In San Diego, a law enforcement officer was been spotted wearing a T-shirt that said, "Fuck the Growers. Marijuana's Still Illegal." Lake County, CA has let people know they're still out eradicating illegal marijuana gardens, despite a court ruling requiring officers to get a warrant first. And two licensed medical marijuana dispensaries in LA were raided by the DEA this week.

But perhaps most disturbing news came during the proceedings in federal court in Sacramento on Friday, where Dr. Greg Carter was cross-examined by a government attorney because he submitted testimony in favor of rescheduling cannabis to make it legal to study and prescribe. The US attorney demanded to know whether Carter considered himself an activist, and whether or not he was a member of NORML, the National Organization for the Reform of Marijuana Laws. This question is often asked in court proceedings in the McCarthyesque format, "Are you, or have you ever been, a member of NORML?"

Dr. Carter answered that he isn't a member of NORML, although he works with the organization on some of their publications. (He is co-author, along with Cal NORML director Dale Gieringer, of the Medical Marijuana Handbook.) A highly credentialed MD who specializes the the treatment of ALS (Lou Gehrig's disease), Carter said he has been trying unsuccessfully to get a government grant to study the use of cannabis for ALS patients. And although he hasn't smoked marijuana in at least 25 years, Carter said if he had a disease like ALS he would try it, because, “For neuropathic pain, there is overwhelming evidence that cannabis is effective." But why bother to use science and reason when it's so much more fun to punch out what we'd rather not understand?

UPDATE: The movie Trumbo has a scene where screenwriter Dalton Trumbo confronts Wayne about his dodging of military service (and subsequent "patriotism").

The California Assembly rejected a bill that would have designated a "John Wayne Day" because of his racism and support for HUAC.

Sunday, October 19, 2014

Siberian Princess / Shaman Used Cannabis; Had Cancer?

UPDATE 10/15: Princess Ukok is included in the new book Tokin' Women: A 4000-Year Herstory.


Scientists are claiming that the 2500-year-old mummy known as the "Ice Princess," whose elaborately tatooed body was buried with six saddled horses and other acoutrements including a container of cannabis, had breast cancer.

The Siberian woman's frozen remains were discovered in 1993 by archaeologist Natalia Polosmak high in the Altai Mountains. She was apparently a high priestess of the Pazyryk people, who were closely related to the Scythians, the tribe of the Amazon Women that inhaled cannabis smoke ritually, as described by the Greek historian Herodotus in 440BCE.

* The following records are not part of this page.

/* pf_run.c - gateway: sluice.kernel.pf_run(cfg) runs the particle filter.
 * cfg is the struct sluice.filter prepares (see its source); the result is
 * a struct of the recorded arrays. Error identifiers are sluice:filter:*. */
#include <math.h>
#include <string.h>

#include "mexrun.h"
#include "mexutil.h"
#include "sluice/enkf.h"
#include "sluice/integrate.h"
#include "sluice/loglik.h"
#include "sluice/model.h"
#include "sluice/pf.h"
#include "sluice/resample.h"

static const char *FN = "filter";


/* The integrator a config names ("" or absent: the model's default). */
static const sl_integrator *config_integrator(const mxArray *c)
{
    const mxArray *f = slm_field(FN, c, "integrator", 0);
    const sl_integrator *m;
    char *name;
    if (f == NULL || mxGetNumberOfElements(f) == 0)
        return NULL;
    name = slm_string(FN, f, 1, "integrator");
    m = sl_integrator_find(name);
    if (m == NULL)
        slm_fail(FN, "badintegrator",
                 "unknown integrator '%s' (euler, rk4, dopri5 or discrete)", name);
    return m;
}

static void config_tolerance(const mxArray *c, sl_tolerance *tol)
{
    const mxArray *r = slm_field(FN, c, "rtol", 0), *a = slm_field(FN, c, "atol", 0);
    memset(tol, 0, sizeof *tol);
    tol->rtol = r != NULL && mxGetNumberOfElements(r) ? slm_scalar(FN, r, 1, "rtol") : 1e-6;
    tol->atol = a != NULL && mxGetNumberOfElements(a) ? slm_scalar(FN, a, 1, "atol") : 1e-9;
    if (!(tol->rtol >= 0) || !(tol->atol >= 0) || !(tol->rtol + tol->atol > 0))
        slm_fail(FN, "badtolerance", "rtol and atol must be >= 0 and not both zero");
    tol->hmin_rel = 1e-12;
    tol->max_steps = 100000;
}

/* A field as a double matrix (rows x cols, 0 = any), flags as slm_matrix. */
static const double *fmat(const mxArray *c, const char *name, size_t rows,
                          size_t cols, int flags)
{
    const mxArray *f = slm_field(FN, c, name, 1);
    return slm_matrix(FN, f, 1, name, rows, cols, flags);
}

static double fscalar(const mxArray *c, const char *name)
{
    return slm_scalar(FN, slm_field(FN, c, name, 1), 1, name);
}

static size_t fcount(const mxArray *c, const char *name, double lo, double hi)
{
    return (size_t)slm_integer(FN, slm_field(FN, c, name, 1), 1, name, lo, hi);
}

static size_t numel_field(const mxArray *c, const char *name)
{
    return mxGetNumberOfElements(slm_field(FN, c, name, 1));
}
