/* The cycle's helpers (pf.c): the state noise, predicted observations,
 * member log-likelihoods, summaries and diversity, gathering columns by
 * ancestors, a finiteness check, and the log prior of transformed
 * parameters (est flags the estimated ones). */
void sl_pfi_record_diversity(const sl_pf_config *cfg, pf_buffers *b, const uint32_t *id,
                             const double *Z, const double *w, sl_pf_output *out,
                             size_t k);
void sl_pfi_record_pit(const sl_pf_config *cfg, const pf_buffers *b, size_t r0, size_t m,
                       const double *w, const unsigned char *dead, sl_pf_output *out);
sl_status sl_pfi_predict_obs(const sl_pf_config *cfg, pf_buffers *b, size_t r0,
                             size_t m, double t, const double *X, const double *P,
                             sl_error *err);
void sl_pfi_loglik_into(const sl_pf_config *cfg, pf_buffers *b, size_t r0,
                        size_t m, double *ll, size_t *nskipped);
void sl_pfi_loglik_all(const sl_pf_config *cfg, pf_buffers *b, size_t r0,
                       size_t m, size_t *nskipped);
/* The forecast means (pf.c; pf_ranks.c on its share of the rows): the
 * total weight W of the living members of positive weight, and for nb
 * (at most SL_PFI_FMEAN_BLOCK) rows, row i's value of member j at
 * src[i][j * ld[i]], m[i] = the sum over those members of w[j] times the
 * value, over W (NaN when W is not positive). Both sums run in member
 * order inside the summing blocks of sl_mean_block (stats.h), then over
 * the blocks in order, the blocks shared among up to `threads` threads:
 * the same bits for any thread count, and whatever rows share a block of
 * rows. */
#define SL_PFI_FMEAN_BLOCK 64
double sl_pfi_live_weight(size_t N, const unsigned char *dead, const double *w, int threads);
void sl_pfi_live_means(size_t N, const unsigned char *dead, const double *w, double W,
                       size_t nb, const double *const *src, const size_t *ld, double *m,
                       int threads);
/* The rows the run summarises (cfg->summary_rows): how many, the i-th
 * (0-based), and NaN into the mean (and, with q, the nq quantiles at
 * stride qinc) of every other row of one cycle's record. */
size_t sl_pfi_summary_count(const sl_pf_config *cfg);
size_t sl_pfi_summary_row(const sl_pf_config *cfg, size_t i);
void sl_pfi_summary_blank(const sl_pf_config *cfg, double *mean, double *q,
                          size_t qinc, size_t nq);
/* The summary of cycle k: the weighted means and quantiles of the
 * summarised rows. In a run with cfg->ranks (the forecasts split) each
 * rank works out the quantiles of its share of the rows when there is
 * enough of that work (SL_PFI_SPLIT_QUANTILES), and gathers the others';
 * a failure of that gather is returned. */
#define SL_PFI_SPLIT_QUANTILES 65536
sl_status sl_pfi_summarise(const sl_pf_config *cfg, pf_buffers *b, const double *X,
                           const double *P, const double *w, sl_pf_output *out,
                           size_t k, sl_error *err);
sl_status sl_pfi_summarise_derived(const sl_pf_config *cfg, pf_buffers *b, double t,
                                   const double *X, const double *P, const double *w,
                                   int reuse, sl_pf_output *out, size_t k, sl_error *err);
/* The weakly coupled particle filter resampled component cp at cycle k
 * with ancestors anc: that component's ids in the window's slots of
 * cycles k-1, k-2, ... (filled of them, at most its lag) follow (pf.c). */
void sl_pfi_window_follow(const sl_pf_config *cfg, pf_buffers *b, size_t k, size_t filled,
                          size_t cp, const uint32_t *anc);
void sl_pfi_gather_cols(size_t rows, size_t N, const double *src, double *dst,
                        const uint32_t *anc, int threads);
void sl_pfi_add_state_noise(const sl_pf_config *cfg, pf_buffers *b, double *X,
                            size_t k, const uint32_t *ids, uint64_t seed, double *zst,
                            int zread);
int sl_pfi_has_nonfinite(const double *x, size_t n);
double sl_pfi_diversity(const sl_pf_config *cfg, pf_buffers *b, const uint32_t *id,
                        size_t count);
void sl_pfi_fit_proposal(const sl_pf_config *cfg, pf_buffers *b,
                         const sl_param_move_opts *o, const double *Z, size_t count);
void sl_pfi_renumber_ids(const sl_pf_config *cfg, pf_buffers *b, const unsigned char *acc,
                         uint32_t *id, size_t count);
void sl_pfi_adapt_scale(double *scale, size_t accepted, size_t proposed, double lo,
                        double hi);
size_t sl_pfi_nsteps(const sl_model *md, double t, double tk, double *h);
sl_status sl_pfi_forecast(const sl_pf_config *cfg, pf_buffers *b, double *X,
                          const double *P, double *E, double *U, double *t, size_t k,
                          size_t at, uint32_t *s, size_t *fidx, const uint32_t *ids,
                          uint64_t seed, double *zst, int zread, int through,
                          sl_error *err);
double sl_pfi_log_prior_z(const sl_pf_config *cfg, const unsigned char *est,
                          const double *z);
/* Value ids (p x N) after an analysis or a move changed the transformed
 * parameters from Zold to Znew: a changed parameter's ids become the
 * member indices (pf.c). */
void sl_pfi_refresh_ids(size_t p, size_t N, const double *Zold, const double *Znew,
                        uint32_t *id);
/* The ensemble Kalman analyses (pf_kalman.c): the table's entry for an
 * sl_enkf_method, NULL for none. */
const sl_analysis *sl_pfi_kalman_of(int method);
/* The settings the run's ensemble Kalman analysis (cfg's entry) runs
 * with, into ec unless NULL; 0 when cfg's analysis is not one of them. */
int sl_pfi_kalman_settings(const sl_pf_config *cfg, sl_enkf_config *ec);
/* One cycle's ensemble Kalman analysis in parts (pf_kalman.c), for the
 * run of pf.c and the split run of pf_ranks.c alike: the settings and
 * sizes sl_pfi_kalman_setup makes; sl_pfi_kalman_analyse runs it on the
 * caller's ensemble of ks->va rows and ks->L living members (see there).
 * Setup reads Yhat (m x N) and writes b->live, b->Hc, b->yc, b->rc,
 * b->opos and b->oc, which must hold N, m_max N, m_max, m_max,
 * m_max dim and m_max values. */
typedef struct {
    sl_enkf_config ecfg;
    sl_localization lc;
    size_t L, mk, va;
} sl_pfi_kalman;
int sl_pfi_kalman_setup(const sl_pf_config *cfg, const sl_enkf_config *settings, pf_buffers *b,
                        size_t k, size_t r0, size_t m, const unsigned char *dead,
                        const double *Yhat, double *infl, size_t nw, sl_pf_output *out,
                        int *degenerate, size_t *nskipped, int part, sl_pfi_kalman *ks);
sl_status sl_pfi_kalman_analyse(const sl_pf_config *cfg, pf_buffers *b, sl_pfi_kalman *ks,
                                double *A, size_t nw, sl_pf_output *out, size_t k, int part,
                                sl_error *err);
/* Checkpoints (pf.c): restore a run from cfg->resume into b, the
 * workspace `work` and the weights w (the caller takes the loop-carried
 * values from the header); take a snapshot of the run at the end of a
 * cycle (sn->head holds the caller's loop-carried values and its bits of
 * `swapped`, 3 and up) and hand it to cfg->checkpoint. Bits 0 to 2 of
 * `swapped` are the pairs ll/llx, tanc/tanc2 and zp/zp2. */
sl_status sl_pfi_snap_restore(const sl_pf_config *cfg, pf_buffers *b, void *work, double *w,
                              sl_error *err);
sl_status sl_pfi_snap_call(const sl_pf_config *cfg, pf_buffers *b, void *work, double *w,
                           sl_pf_snapshot *sn, sl_error *err);
/* 1 if buffer a lies after buffer b; put a pair back in a saved order */
#define SL_PFI_AFTER(a, b) ((uint64_t)((const unsigned char *)(a) > (const unsigned char *)(b)))
#define SL_PFI_ORDER(T, a, b, bit)                   \
    do {                                             \
        if (SL_PFI_AFTER(a, b) != (uint64_t)(bit)) { \
            T *t_ = (a);                             \
            (a) = (b);                               \
            (b) = t_;                                \
        }                                            \
    } while (0)

sl_status sl_pfi_smc2_run(const sl_pf_config *cfg, pf_buffers *b, void *work, double *X, double *P,
                          double *w, sl_pf_output *out, sl_error *err);

#endif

Now a team of Russian scientists say MRI technology has found evidence of breast cancer, the bone infection osteomyelitis, and injuries consistent with a fall -- perhaps from a horse, in the Ice Princess. Polosmak wrote in a recent issue of the journal Science First Hand: “It is likely that for this sick woman, the regular inhalation of cannabis smoke was a necessity.”

I rather like to think of her as more a shamaness. Her "elaborate headgear" can be interpreted "as a symbol of the Tree of Life—a healing tree which existed in so many cultures all around the planet."

Another recent discovery found two Viking women buried similarly with a container of cannabis.